Task brief »
All that should come back is the lines of the data below from the one containing "def prediction_text(result: PredictionBand, time_unit: str" to the one containing "if isinstance(row[c], float)", inclusive, exactly as they stand.

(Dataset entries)
::::::

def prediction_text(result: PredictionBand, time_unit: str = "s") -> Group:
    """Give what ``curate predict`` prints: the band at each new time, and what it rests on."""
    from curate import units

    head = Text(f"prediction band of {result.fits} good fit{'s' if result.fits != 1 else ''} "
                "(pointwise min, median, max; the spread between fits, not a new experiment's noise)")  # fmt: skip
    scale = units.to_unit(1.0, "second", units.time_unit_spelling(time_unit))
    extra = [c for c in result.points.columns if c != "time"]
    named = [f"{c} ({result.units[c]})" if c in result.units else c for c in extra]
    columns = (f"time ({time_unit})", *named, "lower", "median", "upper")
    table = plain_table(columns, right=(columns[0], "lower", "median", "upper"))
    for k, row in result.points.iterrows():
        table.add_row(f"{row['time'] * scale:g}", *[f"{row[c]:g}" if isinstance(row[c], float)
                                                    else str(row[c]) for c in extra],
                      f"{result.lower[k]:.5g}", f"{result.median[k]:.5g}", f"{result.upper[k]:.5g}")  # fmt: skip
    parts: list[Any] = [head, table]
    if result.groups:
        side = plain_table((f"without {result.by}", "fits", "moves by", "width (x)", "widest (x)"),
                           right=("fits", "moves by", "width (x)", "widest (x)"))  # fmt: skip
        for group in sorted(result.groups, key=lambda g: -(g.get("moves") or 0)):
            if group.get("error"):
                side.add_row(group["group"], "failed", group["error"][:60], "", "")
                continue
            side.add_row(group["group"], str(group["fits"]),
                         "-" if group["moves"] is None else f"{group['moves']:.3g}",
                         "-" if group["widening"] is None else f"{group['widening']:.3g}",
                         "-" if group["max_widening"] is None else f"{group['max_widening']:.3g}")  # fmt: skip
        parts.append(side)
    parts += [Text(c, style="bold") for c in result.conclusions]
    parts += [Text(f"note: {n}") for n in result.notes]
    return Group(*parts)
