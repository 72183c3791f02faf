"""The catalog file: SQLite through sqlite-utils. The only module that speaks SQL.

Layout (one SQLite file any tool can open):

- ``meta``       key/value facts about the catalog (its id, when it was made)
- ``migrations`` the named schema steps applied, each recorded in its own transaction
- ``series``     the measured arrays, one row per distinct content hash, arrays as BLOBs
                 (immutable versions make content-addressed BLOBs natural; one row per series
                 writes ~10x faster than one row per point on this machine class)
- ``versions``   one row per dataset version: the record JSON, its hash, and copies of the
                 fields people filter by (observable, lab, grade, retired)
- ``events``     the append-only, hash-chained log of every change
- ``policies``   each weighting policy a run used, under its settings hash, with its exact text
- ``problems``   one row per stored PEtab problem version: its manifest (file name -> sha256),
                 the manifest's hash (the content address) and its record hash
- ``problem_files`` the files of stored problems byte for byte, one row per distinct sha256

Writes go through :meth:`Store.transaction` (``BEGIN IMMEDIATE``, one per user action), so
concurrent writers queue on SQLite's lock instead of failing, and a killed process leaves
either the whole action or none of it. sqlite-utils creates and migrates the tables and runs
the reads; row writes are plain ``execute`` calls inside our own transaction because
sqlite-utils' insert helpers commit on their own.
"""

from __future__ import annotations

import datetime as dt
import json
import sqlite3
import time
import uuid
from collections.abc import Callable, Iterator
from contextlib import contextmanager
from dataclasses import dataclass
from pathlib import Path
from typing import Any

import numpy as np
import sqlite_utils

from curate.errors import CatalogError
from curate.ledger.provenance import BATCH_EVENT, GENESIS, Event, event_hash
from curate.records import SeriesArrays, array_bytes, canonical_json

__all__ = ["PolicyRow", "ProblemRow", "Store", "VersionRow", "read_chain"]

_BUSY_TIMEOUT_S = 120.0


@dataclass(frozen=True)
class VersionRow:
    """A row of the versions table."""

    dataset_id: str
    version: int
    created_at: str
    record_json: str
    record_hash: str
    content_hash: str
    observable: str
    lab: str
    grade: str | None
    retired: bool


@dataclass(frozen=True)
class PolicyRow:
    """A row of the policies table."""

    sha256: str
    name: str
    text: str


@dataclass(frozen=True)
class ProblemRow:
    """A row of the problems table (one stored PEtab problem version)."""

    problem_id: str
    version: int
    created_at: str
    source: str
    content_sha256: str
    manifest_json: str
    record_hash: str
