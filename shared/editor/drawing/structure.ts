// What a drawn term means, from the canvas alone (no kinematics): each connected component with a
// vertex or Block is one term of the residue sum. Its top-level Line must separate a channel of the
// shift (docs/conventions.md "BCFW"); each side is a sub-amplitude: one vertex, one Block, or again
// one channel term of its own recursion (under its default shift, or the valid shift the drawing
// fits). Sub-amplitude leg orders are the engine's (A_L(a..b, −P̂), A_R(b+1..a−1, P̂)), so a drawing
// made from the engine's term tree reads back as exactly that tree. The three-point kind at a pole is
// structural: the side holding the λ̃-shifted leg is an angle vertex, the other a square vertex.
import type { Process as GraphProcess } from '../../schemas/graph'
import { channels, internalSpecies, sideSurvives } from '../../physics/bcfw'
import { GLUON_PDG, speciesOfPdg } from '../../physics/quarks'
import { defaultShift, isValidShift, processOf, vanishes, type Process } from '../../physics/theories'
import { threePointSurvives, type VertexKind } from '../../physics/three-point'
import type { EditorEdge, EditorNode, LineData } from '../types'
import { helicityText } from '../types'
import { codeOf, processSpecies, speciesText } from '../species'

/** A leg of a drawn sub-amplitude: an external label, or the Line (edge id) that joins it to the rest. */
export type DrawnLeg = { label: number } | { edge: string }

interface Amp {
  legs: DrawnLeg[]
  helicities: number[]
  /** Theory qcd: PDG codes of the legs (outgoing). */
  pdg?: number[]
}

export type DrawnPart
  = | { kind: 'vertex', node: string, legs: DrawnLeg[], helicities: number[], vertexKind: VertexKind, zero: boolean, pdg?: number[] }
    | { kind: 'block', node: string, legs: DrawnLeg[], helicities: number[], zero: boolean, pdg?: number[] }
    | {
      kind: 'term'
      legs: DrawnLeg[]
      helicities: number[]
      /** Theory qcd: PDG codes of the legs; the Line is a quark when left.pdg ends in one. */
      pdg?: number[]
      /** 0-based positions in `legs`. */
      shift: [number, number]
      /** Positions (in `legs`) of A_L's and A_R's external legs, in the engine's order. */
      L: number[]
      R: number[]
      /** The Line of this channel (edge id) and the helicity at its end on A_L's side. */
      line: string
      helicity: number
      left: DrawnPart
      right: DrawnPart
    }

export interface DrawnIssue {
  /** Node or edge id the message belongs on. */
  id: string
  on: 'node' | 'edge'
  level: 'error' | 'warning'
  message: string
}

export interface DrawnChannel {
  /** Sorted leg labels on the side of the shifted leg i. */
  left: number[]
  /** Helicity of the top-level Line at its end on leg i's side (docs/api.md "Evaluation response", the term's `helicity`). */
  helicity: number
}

::::::

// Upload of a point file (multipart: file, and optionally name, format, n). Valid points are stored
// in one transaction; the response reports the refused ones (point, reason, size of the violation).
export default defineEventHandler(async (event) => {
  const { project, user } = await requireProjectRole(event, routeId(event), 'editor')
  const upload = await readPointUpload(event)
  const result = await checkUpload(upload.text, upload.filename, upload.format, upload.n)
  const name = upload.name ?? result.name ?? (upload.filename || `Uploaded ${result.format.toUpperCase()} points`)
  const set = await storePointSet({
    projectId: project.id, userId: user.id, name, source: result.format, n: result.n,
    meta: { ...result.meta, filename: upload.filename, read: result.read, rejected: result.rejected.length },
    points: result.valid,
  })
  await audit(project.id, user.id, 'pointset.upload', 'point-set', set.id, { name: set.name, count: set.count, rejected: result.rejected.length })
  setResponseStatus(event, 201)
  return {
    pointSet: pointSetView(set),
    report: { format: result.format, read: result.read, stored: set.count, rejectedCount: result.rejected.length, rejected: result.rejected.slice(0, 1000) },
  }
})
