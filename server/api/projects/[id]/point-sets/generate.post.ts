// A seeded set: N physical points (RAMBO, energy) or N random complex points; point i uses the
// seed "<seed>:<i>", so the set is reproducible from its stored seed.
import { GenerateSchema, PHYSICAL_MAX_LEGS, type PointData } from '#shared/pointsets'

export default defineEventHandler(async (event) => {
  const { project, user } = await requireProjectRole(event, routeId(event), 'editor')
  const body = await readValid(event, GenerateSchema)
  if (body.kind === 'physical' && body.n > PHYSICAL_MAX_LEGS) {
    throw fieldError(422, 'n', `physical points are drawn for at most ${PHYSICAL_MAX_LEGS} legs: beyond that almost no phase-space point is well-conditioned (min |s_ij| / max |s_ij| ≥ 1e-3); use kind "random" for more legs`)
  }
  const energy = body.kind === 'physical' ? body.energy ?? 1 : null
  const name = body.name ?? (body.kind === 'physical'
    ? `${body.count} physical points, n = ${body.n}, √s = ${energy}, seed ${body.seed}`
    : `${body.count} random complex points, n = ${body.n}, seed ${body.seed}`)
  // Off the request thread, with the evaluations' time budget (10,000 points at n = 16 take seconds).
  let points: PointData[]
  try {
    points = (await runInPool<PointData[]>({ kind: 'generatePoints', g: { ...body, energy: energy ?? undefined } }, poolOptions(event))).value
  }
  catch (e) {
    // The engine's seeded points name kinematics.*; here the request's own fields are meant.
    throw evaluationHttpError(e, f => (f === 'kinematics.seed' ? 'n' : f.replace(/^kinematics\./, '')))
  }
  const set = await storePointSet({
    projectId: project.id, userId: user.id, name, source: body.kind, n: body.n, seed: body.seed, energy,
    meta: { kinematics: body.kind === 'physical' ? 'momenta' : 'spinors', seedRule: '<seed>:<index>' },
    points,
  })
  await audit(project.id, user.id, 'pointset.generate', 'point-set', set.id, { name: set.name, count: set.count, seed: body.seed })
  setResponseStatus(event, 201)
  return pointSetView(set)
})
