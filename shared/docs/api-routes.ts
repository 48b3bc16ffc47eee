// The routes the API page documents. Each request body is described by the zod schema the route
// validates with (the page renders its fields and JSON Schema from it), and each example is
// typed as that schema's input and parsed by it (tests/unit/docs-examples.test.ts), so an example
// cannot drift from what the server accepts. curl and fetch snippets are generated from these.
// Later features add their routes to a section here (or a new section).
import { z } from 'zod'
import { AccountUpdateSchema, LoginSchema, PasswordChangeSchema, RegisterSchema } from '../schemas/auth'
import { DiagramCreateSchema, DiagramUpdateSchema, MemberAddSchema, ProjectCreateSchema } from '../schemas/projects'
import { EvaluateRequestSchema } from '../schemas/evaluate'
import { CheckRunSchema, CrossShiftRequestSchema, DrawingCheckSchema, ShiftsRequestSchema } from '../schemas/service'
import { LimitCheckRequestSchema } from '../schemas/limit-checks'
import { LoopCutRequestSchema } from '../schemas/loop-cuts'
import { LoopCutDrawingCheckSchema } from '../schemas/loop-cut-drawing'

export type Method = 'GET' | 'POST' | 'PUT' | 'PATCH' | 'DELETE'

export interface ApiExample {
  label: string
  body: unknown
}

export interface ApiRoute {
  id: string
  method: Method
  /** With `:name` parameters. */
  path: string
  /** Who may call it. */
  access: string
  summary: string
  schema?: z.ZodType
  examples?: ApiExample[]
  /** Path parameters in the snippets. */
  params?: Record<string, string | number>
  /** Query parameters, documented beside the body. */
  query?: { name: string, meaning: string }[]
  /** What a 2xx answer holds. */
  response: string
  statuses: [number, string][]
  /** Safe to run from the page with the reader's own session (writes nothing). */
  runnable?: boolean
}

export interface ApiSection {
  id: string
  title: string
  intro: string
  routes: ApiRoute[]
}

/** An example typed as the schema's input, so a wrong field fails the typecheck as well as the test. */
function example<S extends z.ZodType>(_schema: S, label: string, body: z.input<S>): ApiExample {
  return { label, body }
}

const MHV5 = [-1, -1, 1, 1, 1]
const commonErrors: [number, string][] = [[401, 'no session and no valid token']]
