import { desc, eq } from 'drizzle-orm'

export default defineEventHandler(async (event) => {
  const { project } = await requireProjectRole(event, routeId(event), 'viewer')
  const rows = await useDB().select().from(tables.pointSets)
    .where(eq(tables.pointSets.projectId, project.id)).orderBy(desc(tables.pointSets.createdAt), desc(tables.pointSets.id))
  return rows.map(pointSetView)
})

::::::

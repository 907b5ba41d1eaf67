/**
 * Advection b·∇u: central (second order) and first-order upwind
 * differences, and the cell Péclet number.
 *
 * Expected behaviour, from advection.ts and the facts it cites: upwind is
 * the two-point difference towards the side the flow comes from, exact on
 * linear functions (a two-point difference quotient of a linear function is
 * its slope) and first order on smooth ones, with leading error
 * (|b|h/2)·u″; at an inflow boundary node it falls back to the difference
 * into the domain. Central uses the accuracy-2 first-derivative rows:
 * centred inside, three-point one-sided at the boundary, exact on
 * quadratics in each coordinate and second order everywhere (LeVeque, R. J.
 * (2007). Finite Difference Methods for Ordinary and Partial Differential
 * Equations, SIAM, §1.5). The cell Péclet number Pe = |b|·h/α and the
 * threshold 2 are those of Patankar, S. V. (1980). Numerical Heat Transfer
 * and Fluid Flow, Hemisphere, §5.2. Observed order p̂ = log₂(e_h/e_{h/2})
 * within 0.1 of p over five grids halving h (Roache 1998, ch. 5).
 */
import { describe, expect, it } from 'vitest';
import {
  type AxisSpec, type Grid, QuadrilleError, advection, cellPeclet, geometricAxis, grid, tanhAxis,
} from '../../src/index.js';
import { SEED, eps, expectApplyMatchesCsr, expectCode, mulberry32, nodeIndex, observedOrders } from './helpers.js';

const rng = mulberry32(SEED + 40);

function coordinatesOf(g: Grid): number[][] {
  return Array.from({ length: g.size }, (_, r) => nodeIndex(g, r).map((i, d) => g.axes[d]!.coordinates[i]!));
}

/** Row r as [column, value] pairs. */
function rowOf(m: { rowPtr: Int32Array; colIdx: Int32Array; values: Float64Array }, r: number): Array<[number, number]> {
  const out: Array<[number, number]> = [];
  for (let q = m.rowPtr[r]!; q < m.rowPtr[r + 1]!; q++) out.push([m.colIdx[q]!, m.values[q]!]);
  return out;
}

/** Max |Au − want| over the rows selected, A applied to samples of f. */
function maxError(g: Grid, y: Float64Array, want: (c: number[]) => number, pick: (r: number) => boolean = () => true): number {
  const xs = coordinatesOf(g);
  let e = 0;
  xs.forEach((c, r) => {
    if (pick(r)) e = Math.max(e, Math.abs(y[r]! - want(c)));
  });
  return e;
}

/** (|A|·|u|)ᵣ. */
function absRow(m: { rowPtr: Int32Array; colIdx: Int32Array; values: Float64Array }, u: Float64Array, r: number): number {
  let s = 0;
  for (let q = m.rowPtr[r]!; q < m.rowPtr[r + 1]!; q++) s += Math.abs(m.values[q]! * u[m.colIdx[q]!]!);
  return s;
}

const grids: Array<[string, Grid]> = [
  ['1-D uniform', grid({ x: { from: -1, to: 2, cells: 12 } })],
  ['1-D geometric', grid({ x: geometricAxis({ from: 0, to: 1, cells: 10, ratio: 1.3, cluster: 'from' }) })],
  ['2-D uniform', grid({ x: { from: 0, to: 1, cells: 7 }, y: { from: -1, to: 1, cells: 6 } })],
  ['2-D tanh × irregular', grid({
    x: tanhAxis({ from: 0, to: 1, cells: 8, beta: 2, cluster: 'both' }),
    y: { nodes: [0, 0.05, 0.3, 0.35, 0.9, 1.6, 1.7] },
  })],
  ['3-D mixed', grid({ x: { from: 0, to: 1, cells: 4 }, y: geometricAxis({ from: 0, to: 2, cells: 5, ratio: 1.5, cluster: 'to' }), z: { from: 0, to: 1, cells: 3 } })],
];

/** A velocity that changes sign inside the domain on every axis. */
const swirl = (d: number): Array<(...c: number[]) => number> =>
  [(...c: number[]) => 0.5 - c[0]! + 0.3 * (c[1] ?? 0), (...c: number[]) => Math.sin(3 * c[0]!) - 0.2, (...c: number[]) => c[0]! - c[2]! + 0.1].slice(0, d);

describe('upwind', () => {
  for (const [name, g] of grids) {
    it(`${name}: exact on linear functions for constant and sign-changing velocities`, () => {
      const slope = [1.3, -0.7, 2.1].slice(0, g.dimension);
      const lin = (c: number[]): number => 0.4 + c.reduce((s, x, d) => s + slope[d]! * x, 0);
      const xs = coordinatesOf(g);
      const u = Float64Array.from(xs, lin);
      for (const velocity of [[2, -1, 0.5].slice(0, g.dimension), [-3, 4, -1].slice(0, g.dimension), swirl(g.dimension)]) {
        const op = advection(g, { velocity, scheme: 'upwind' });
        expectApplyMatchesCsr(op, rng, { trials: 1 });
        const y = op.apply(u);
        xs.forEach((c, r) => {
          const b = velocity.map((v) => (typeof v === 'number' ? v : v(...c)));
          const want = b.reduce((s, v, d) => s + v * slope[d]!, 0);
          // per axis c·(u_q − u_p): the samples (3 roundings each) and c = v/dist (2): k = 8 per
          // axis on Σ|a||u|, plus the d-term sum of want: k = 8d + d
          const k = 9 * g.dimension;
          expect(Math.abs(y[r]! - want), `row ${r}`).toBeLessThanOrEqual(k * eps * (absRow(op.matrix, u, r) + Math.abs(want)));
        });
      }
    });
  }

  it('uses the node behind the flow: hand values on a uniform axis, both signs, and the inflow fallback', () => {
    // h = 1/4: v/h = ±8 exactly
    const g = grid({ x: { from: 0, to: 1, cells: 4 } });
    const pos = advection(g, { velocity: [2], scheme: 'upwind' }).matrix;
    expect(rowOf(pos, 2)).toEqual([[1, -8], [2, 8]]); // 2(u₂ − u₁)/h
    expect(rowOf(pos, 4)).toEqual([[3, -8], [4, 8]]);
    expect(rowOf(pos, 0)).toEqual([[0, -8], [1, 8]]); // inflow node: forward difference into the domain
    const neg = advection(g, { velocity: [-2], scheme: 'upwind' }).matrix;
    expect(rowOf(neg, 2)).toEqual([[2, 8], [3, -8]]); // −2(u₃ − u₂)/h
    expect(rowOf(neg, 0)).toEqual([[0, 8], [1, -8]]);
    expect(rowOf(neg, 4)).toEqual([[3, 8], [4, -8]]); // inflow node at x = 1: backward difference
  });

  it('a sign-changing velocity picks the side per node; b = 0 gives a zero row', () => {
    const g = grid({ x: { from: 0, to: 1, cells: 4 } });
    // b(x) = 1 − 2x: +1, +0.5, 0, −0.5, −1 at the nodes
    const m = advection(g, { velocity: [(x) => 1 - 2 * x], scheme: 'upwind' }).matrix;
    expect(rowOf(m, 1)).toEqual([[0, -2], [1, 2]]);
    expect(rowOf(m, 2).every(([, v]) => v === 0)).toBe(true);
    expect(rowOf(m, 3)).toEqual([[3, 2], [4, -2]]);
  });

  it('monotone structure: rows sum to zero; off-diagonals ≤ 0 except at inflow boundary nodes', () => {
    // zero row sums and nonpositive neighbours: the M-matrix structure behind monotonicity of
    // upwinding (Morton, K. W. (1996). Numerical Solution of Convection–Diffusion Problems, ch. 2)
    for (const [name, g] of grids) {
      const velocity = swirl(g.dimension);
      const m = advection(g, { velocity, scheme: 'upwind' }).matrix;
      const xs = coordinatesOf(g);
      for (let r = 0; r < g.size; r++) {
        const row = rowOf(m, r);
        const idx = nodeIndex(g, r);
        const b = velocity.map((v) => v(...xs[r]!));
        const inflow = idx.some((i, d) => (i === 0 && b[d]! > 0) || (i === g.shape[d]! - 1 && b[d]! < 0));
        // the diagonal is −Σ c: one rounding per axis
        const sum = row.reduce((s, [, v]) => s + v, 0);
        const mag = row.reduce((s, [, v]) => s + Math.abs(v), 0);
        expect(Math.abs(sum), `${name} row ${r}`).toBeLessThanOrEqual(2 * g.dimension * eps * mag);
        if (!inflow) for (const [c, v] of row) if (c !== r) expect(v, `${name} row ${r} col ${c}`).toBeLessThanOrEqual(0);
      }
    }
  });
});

::::::

Answer to this exercise »
def prediction_text(result: PredictionBand, time_unit: str = "s") -> Group:
    """Give what ``curate predict`` prints: the band at each new time, and what it rests on."""
    from curate import units

    head = Text(f"prediction band of {result.fits} good fit{'s' if result.fits != 1 else ''} "
                "(pointwise min, median, max; the spread between fits, not a new experiment's noise)")  # fmt: skip
    scale = units.to_unit(1.0, "second", units.time_unit_spelling(time_unit))
    extra = [c for c in result.points.columns if c != "time"]
    named = [f"{c} ({result.units[c]})" if c in result.units else c for c in extra]
    columns = (f"time ({time_unit})", *named, "lower", "median", "upper")
    table = plain_table(columns, right=(columns[0], "lower", "median", "upper"))
    for k, row in result.points.iterrows():
        table.add_row(f"{row['time'] * scale:g}", *[f"{row[c]:g}" if isinstance(row[c], float)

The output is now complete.